Problem statement: Each line from the one containing "assert (record.issued_at, record.inputs, record.extrapolation)" through the last line of the data below is to be written out verbatim, and nothing more.

(Available records)

# ----------------------------------------------------------------------------- files and passes


def test_the_same_bytes_are_recorded_as_ingested_once(store: Store) -> None:
    a_file(store, "a.csv", sha="same")
    with pytest.raises(sqlite3.IntegrityError):
        a_file(store, "b.csv", sha="same")
    rejected = store.record_file(
        feed="depot", name="c.csv", sha256="same", size=1, received_at=T0,
        outcome=FileOutcome.DUPLICATE, stored_path="/rejected/c.csv", duplicate_of=1,
        errors_text="same as a.csv",
    )
    assert store.file_by_sha256("same") == store.get_file(1)
    assert [f.name for f in store.files_awaiting_move("depot")] == ["a.csv", "c.csv"]
    moved = store.mark_file_moved(rejected.id, at=T0, stored_path="/rejected/c-2.csv")
    assert moved.moved_at == T0 and moved.stored_path == Path("/rejected/c-2.csv")
    assert [f.name for f in store.files_awaiting_move("depot")] == ["a.csv"]


def test_a_pass_left_running_is_marked_interrupted(store: Store) -> None:
    first = store.record_pass(as_of=T0, started_at=T0)
    second = store.record_pass(as_of=T0 + timedelta(days=7), started_at=T0 + timedelta(hours=1))
    assert store.get_pass(first.id).status == "interrupted"  # type: ignore[union-attr]
    done = store.finish_pass(second.id, finished_at=T0 + timedelta(hours=2), counts={"files": 3})
    assert (done.status, done.counts) == ("finished", {"files": 3})
    assert store.latest_pass() == done
    assert store.latest_pass(finished_only=True) == done
    with pytest.raises(StoreError, match="no pass"):
        store.finish_pass(99, finished_at=T0)


def test_model_versions_change_only_with_the_signature(store: Store) -> None:
    v1, created = store.record_model_version("m", signature="a", config={"x": 1}, created_at=T0)
    assert (v1.version, created) == (1, True)
    same, created = store.record_model_version("m", signature="a", config={}, created_at=T0)
    assert (same, created) == (v1, False)
    v2, created = store.record_model_version("m", signature="b", config={"x": 2}, created_at=T0)
    assert (v2.version, v2.config, created) == (2, {"x": 2}, True)
    assert [v.version for v in store.model_versions("m")] == [1, 2]


# ----------------------------------------------------------------------------- fits, forecasts


def _pass_with_model(store: Store) -> int:
    store.record_model_version("pick", signature="s", config={}, created_at=T0)
    return store.record_pass(as_of=T0, started_at=T0).id


def test_fits_are_recorded_in_bulk_with_ids_in_order(store: Store) -> None:
    pass_id = _pass_with_model(store)
    fits = [
        FitRow("pick", 1, s, 20, True, coefficients={"slope": np.float64(1.5)},
               inference={"p": float("nan"), "se": np.array([0.1, 0.2])}, window_first="w1")
        for s in ("b", "a", None)
    ]
    ids = store.record_fits(pass_id, fits)
    assert len(set(ids)) == 3
    assert store.record_fits(pass_id, fits) == ids  # again: the same rows, nothing added
    fit = store.get_fit(ids[0])
    assert fit is not None
    assert (fit.series, fit.coefficients, fit.inference) == (
        "b", {"slope": 1.5}, {"p": None, "se": [0.1, 0.2]}
    )
    assert set(store.latest_fits("pick")) == {"a", "b", None}
    with pytest.raises(sqlite3.IntegrityError):  # a fit needs its model version recorded
        store.record_fits(pass_id, [FitRow("unknown", 1, None, 1, False)])


def _forecast(series: str | None, n: int, point: float, *, plan_id: int | None = None,
              lead: int = 1, issued: datetime = T0) -> ForecastRow:
    return ForecastRow(
        model="pick", feed="depot", series=series, target_period=week(n)[0],
        target_period_key=week(n)[1], issued_at=issued, lead=lead, point=point,
        lower=point - 5, upper=point + 5, level=0.9, mean_lower=point - 1, mean_upper=point + 1,
        leverage=0.1, observation_id=plan_id, inputs={"order_lines": 400.0},
    )


def test_forecasts_are_append_only_and_a_rerun_cannot_duplicate_them(store: Store) -> None:
    pass_id = _pass_with_model(store)
    rows = [_forecast("a", 1, 40.0), _forecast("b", 1, 50.0)]
    first = store.record_forecasts(pass_id, rows)
    assert first.inserted == 2
    again = store.record_forecasts(pass_id, rows)
    assert (again.ids, again.inserted) == (first.ids, 0)
    assert len(store.list_forecasts(model="pick")) == 2
    with pytest.raises(sqlite3.IntegrityError, match="append-only"):
        store._conn.execute("UPDATE forecasts SET point = 0")
    with pytest.raises(sqlite3.IntegrityError, match="append-only"):
        store._conn.execute("DELETE FROM forecasts")
    record = store.list_forecasts(pass_id=pass_id)[0]
    assert (record.issued_at, record.inputs, record.extrapolation) == (
        T0, {"order_lines": 400.0}, False
    )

(End Available records)

Response to this task:
    assert (record.issued_at, record.inputs, record.extrapolation) == (
        T0, {"order_lines": 400.0}, False
    )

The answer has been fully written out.